Start of EXTRACTED ENTRIES

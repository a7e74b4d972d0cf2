// What every rule reads: the circuit, its corners and their solutions, each diode's kind,
// ratings and operating points, the topology, and a way to ask for counterfactual solves
// and for fixes. Built once per check by index.ts.
import type { Circuit, Diode, Element, SourceLocation, VoltageSource } from '../netlist/circuit.js';
import type { Finding, Fix } from '../findings.js';
import type { Settings } from '../settings.js';
import type { Corner, DiodeOperatingPoint, SolveResult } from '../sim/types.js';
import type { CornerPlan } from './corners.js';
import type { FixRequest, TheveninView } from './fix-request.js';
import type { ValueSource } from './provenance.js';
import type { DiodeRatings, ResistorRatings } from './ratings.js';
import { unusedName, type Regions } from './regions.js';
import type { Topology } from './topology.js';
import type { DiodeKind } from './vocabulary.js';

export interface DiodeAtCorner {
  plan: CornerPlan;
  point: DiodeOperatingPoint;
}

export interface CheckedDiode {
  element: Diode;
  kind: DiodeKind;
  /** Why it is that kind: "from directive on line 3", "forward voltage 1.92 V at 5 mA …". */
  kindReason: string;
  kindSource: ValueSource;
  ratings: DiodeRatings;
  /** Its operating point at every corner that solved. */
  corners: DiodeAtCorner[];
  /** Its operating point at the quasi-static corners with the capacitors beside diodes holding their charge. */
  heldCharge: DiodeAtCorner[];
  /** Why it was not checked at all (unsolved, next to an unmodeled element); rules skip it. */
  unchecked?: string;
  /** The honesty rule that reports `unchecked`: unknown-model, unmodeled-element or unsolved-circuit. */
  uncheckedRule?: 'unknown-model' | 'unmodeled-element' | 'unsolved-circuit';
}

export interface CheckContext {
  circuit: Circuit;
  settings: Settings;
  plans: readonly CornerPlan[];
  solves: readonly SolveResult[];
  diodes: readonly CheckedDiode[];
  resistors: ReadonlyMap<string, ResistorRatings>;
  topology: Topology;
  /** True when the circuit has capacitors or inductors, whose dynamics a DC solve leaves out. */
  hasReactiveElements: boolean;
  /** The capacitors held at their charge for `heldCharge` corners (names, with the voltage held). */
  heldCapacitors: { name: string; voltage: number }[];
  /** Solves a modified copy of the circuit at the given corners (a diode flipped, a probe inserted). */
  solveVariant(variant: Circuit, plans: readonly CornerPlan[]): SolveResult[];
  /**
   * Solves the circuit with some elements replaced (diodes flipped, a probe in a diode's place),
   * at corners of the base plans: `corner` is the full circuit's corner, `plan` the index of the
   * base plan whose solve holds the rails. Only the regions the replaced elements reach are
   * solved (regions.ts). Results line up with `corners`; undefined where nothing was solved
   * (the base corner did not solve, or the counterfactual budget is spent).
   */
  solveWithReplacements(replacements: ReadonlyMap<Element, Element>, corners: readonly { plan: number; corner: Corner }[]): (SolveResult | undefined)[];
  /** The rest of the circuit seen from a diode at one corner; undefined when it cannot be worked out. */
  theveninView(diode: CheckedDiode, at: DiodeAtCorner): TheveninView | undefined;
  /** Fixes for a finding, from the fix provider (verified by re-simulation there); records the request. */
  fixesFor(request: FixRequest, finding: Finding): Fix[];
  /** The first element of that name (exactly as written). */
  elementNamed(name: string): Element | undefined;
  /** The checked diode of a diode element, if it is one. */
  diodeOf(element: Element): CheckedDiode | undefined;
  /** Every resistor with a tolerance above zero (directive, pnlint.json or setting), by name. */
  resistorTolerances: ReadonlyMap<string, number>;
  /** The parts of the circuit that cannot see each other across the supply rails; undefined when the circuit does not fall apart. */
  regions: Regions | undefined;
  /** The circuit's element names, lower-cased (for names that collide with none). */
  takenNames: ReadonlySet<string>;
}

/** The probe step for a Thevenin view: small against a diode's forward voltage, large against solver tolerances (ours). */
export const THEVENIN_PROBE_STEP = 0.02;

/** The circuit with one element replaced (same nodes list: no new nodes). */
export function replaceElement(circuit: Circuit, original: Element, replacement: Element): Circuit {
  return { ...circuit, elements: circuit.elements.map((element) => (element === original ? replacement : element)) };
}

/** A name no element of the circuit has. */
export function freshName(circuit: Circuit, base: string): string {
  const taken = new Set(circuit.elements.map((element) => element.name.toLowerCase()));
  let name = base;
  for (let index = 2; taken.has(name.toLowerCase()); index++) name = `${base}${index}`;
  return name;
}

/**
 * The diode replaced by an ideal voltage source across its terminals (anode +), for probing the
 * rest of the circuit. `taken`: the circuit's lower-cased element names, when already at hand.
 */
export function probeSource(circuit: Circuit, diode: Diode, voltage: number, taken?: ReadonlySet<string>): VoltageSource {
  const base = `Vprobe_${diode.name.replace(/\./g, '_')}`;
  return {
    type: 'V',
    name: taken ? unusedName(base, taken) : freshName(circuit, base),
    nodes: [diode.nodes[0]!, diode.nodes[1]!],
    dc: voltage,
    waveform: undefined,
    location: diode.location,
    instances: diode.instances,
  };
}

/** "at V1 = 5.25 V (max corner)", with a quasi-static note when the corner is an instant of a waveform. */
export function atCorner(plan: CornerPlan): string {
  const where = plan.corner.name === 'nominal' ? 'at nominal values' : `at ${plan.description}`;
  return plan.quasiStatic ? `${where}, quasi-static` : where;
}

export function relatedElement(element: Element, message: string): { location: SourceLocation; message: string } {
  return { location: element.location, message };
}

End of EXTRACTED ENTRIES

- [WHAT TO WORK ON] Would you please write out the entries again exactly?

- [ANSWER AREA]
repository a7e74b4d972d0cf2
// What every rule reads: the circuit, its corners and their solutions, each diode's kind,
// ratings and operating points, the topology, and a way to ask for counterfactual solves
// and for fixes. Built once per check by index.ts.
import type { Circuit, Diode, Element, SourceLocation, VoltageSource } from '../netlist/circuit.js';
import type { Finding, Fix } from '../findings.js';
import type { Settings } from '../settings.js';
import type { Corner, DiodeOperatingPoint, SolveResult } from '../sim/types.js';
import type { CornerPlan } from './corners.js';
import type { FixRequest, TheveninView } from './fix-request.js';
import type { ValueSource } from './provenance.js';
import type { DiodeRatings, ResistorRatings } from './ratings.js';
import { unusedName, type Regions } from './regions.js';
import type { Topology } from './topology.js';
import type { DiodeKind } from './vocabulary.js';

export interface DiodeAtCorner {
  plan: CornerPlan;
  point: DiodeOperatingPoint;
}

export interface CheckedDiode {
  element: Diode;
  kind: DiodeKind;
  /** Why it is that kind: "from directive on line 3", "forward voltage 1.92 V at 5 mA …". */
  kindReason: string;
  kindSource: ValueSource;
  ratings: DiodeRatings;
  /** Its operating point at every corner that solved. */
  corners: DiodeAtCorner[];
  /** Its operating point at the quasi-static corners with the capacitors beside diodes holding their charge. */
  heldCharge: DiodeAtCorner[];
  /** Why it was not checked at all (unsolved, next to an unmodeled element); rules skip it. */
  unchecked?: string;
  /** The honesty rule that reports `unchecked`: unknown-model, unmodeled-element or unsolved-circuit. */
  uncheckedRule?: 'unknown-model' | 'unmodeled-element' | 'unsolved-circuit';
}

export interface CheckContext {
  circuit: Circuit;
  settings: Settings;
  plans: readonly CornerPlan[];
  solves: readonly SolveResult[];
  diodes: readonly CheckedDiode[];
  resistors: ReadonlyMap<string, ResistorRatings>;
  topology: Topology;
  /** True when the circuit has capacitors or inductors, whose dynamics a DC solve leaves out. */
  hasReactiveElements: boolean;
  /** The capacitors held at their charge for `heldCharge` corners (names, with the voltage held). */
  heldCapacitors: { name: string; voltage: number }[];
  /** Solves a modified copy of the circuit at the given corners (a diode flipped, a probe inserted). */
  solveVariant(variant: Circuit, plans: readonly CornerPlan[]): SolveResult[];
  /**
   * Solves the circuit with some elements replaced (diodes flipped, a probe in a diode's place),
   * at corners of the base plans: `corner` is the full circuit's corner, `plan` the index of the
   * base plan whose solve holds the rails. Only the regions the replaced elements reach are
   * solved (regions.ts). Results line up with `corners`; undefined where nothing was solved
   * (the base corner did not solve, or the counterfactual budget is spent).
   */
  solveWithReplacements(replacements: ReadonlyMap<Element, Element>, corners: readonly { plan: number; corner: Corner }[]): (SolveResult | undefined)[];
  /** The rest of the circuit seen from a diode at one corner; undefined when it cannot be worked out. */
  theveninView(diode: CheckedDiode, at: DiodeAtCorner): TheveninView | undefined;
  /** Fixes for a finding, from the fix provider (verified by re-simulation there); records the request. */
  fixesFor(request: FixRequest, finding: Finding): Fix[];
  /** The first element of that name (exactly as written). */
  elementNamed(name: string): Element | undefined;
  /** The checked diode of a diode element, if it is one. */
  diodeOf(element: Element): CheckedDiode | undefined;
  /** Every resistor with a tolerance above zero (directive, pnlint.json or setting), by name. */
  resistorTolerances: ReadonlyMap<string, number>;
  /** The parts of the circuit that cannot see each other across the supply rails; undefined when the circuit does not fall apart. */
  regions: Regions | undefined;
  /** The circuit's element names, lower-cased (for names that collide with none). */
  takenNames: ReadonlySet<string>;
}

/** The probe step for a Thevenin view: small against a diode's forward voltage, large against solver tolerances (ours). */
export const THEVENIN_PROBE_STEP = 0.02;

/** The circuit with one element replaced (same nodes list: no new nodes). */
export function replaceElement(circuit: Circuit, original: Element, replacement: Element): Circuit {
  return { ...circuit, elements: circuit.elements.map((element) => (element === original ? replacement : element)) };
}

/** A name no element of the circuit has. */
export function freshName(circuit: Circuit, base: string): string {
  const taken = new Set(circuit.elements.map((element) => element.name.toLowerCase()));
  let name = base;
  for (let index = 2; taken.has(name.toLowerCase()); index++) name = `${base}${index}`;
  return name;
}

/**
 * The diode replaced by an ideal voltage source across its terminals (anode +), for probing the
 * rest of the circuit. `taken`: the circuit's lower-cased element names, when already at hand.
 */
export function probeSource(circuit: Circuit, diode: Diode, voltage: number, taken?: ReadonlySet<string>): VoltageSource {
  const base = `Vprobe_${diode.name.replace(/\./g, '_')}`;
  return {
    type: 'V',
    name: taken ? unusedName(base, taken) : freshName(circuit, base),
    nodes: [diode.nodes[0]!, diode.nodes[1]!],
    dc: voltage,
    waveform: undefined,
    location: diode.location,
    instances: diode.instances,
  };
}

/** "at V1 = 5.25 V (max corner)", with a quasi-static note when the corner is an instant of a waveform. */
export function atCorner(plan: CornerPlan): string {
  const where = plan.corner.name === 'nominal' ? 'at nominal values' : `at ${plan.description}`;
  return plan.quasiStatic ? `${where}, quasi-static` : where;
}

export function relatedElement(element: Element, message: string): { location: SourceLocation; message: string } {
  return { location: element.location, message };
}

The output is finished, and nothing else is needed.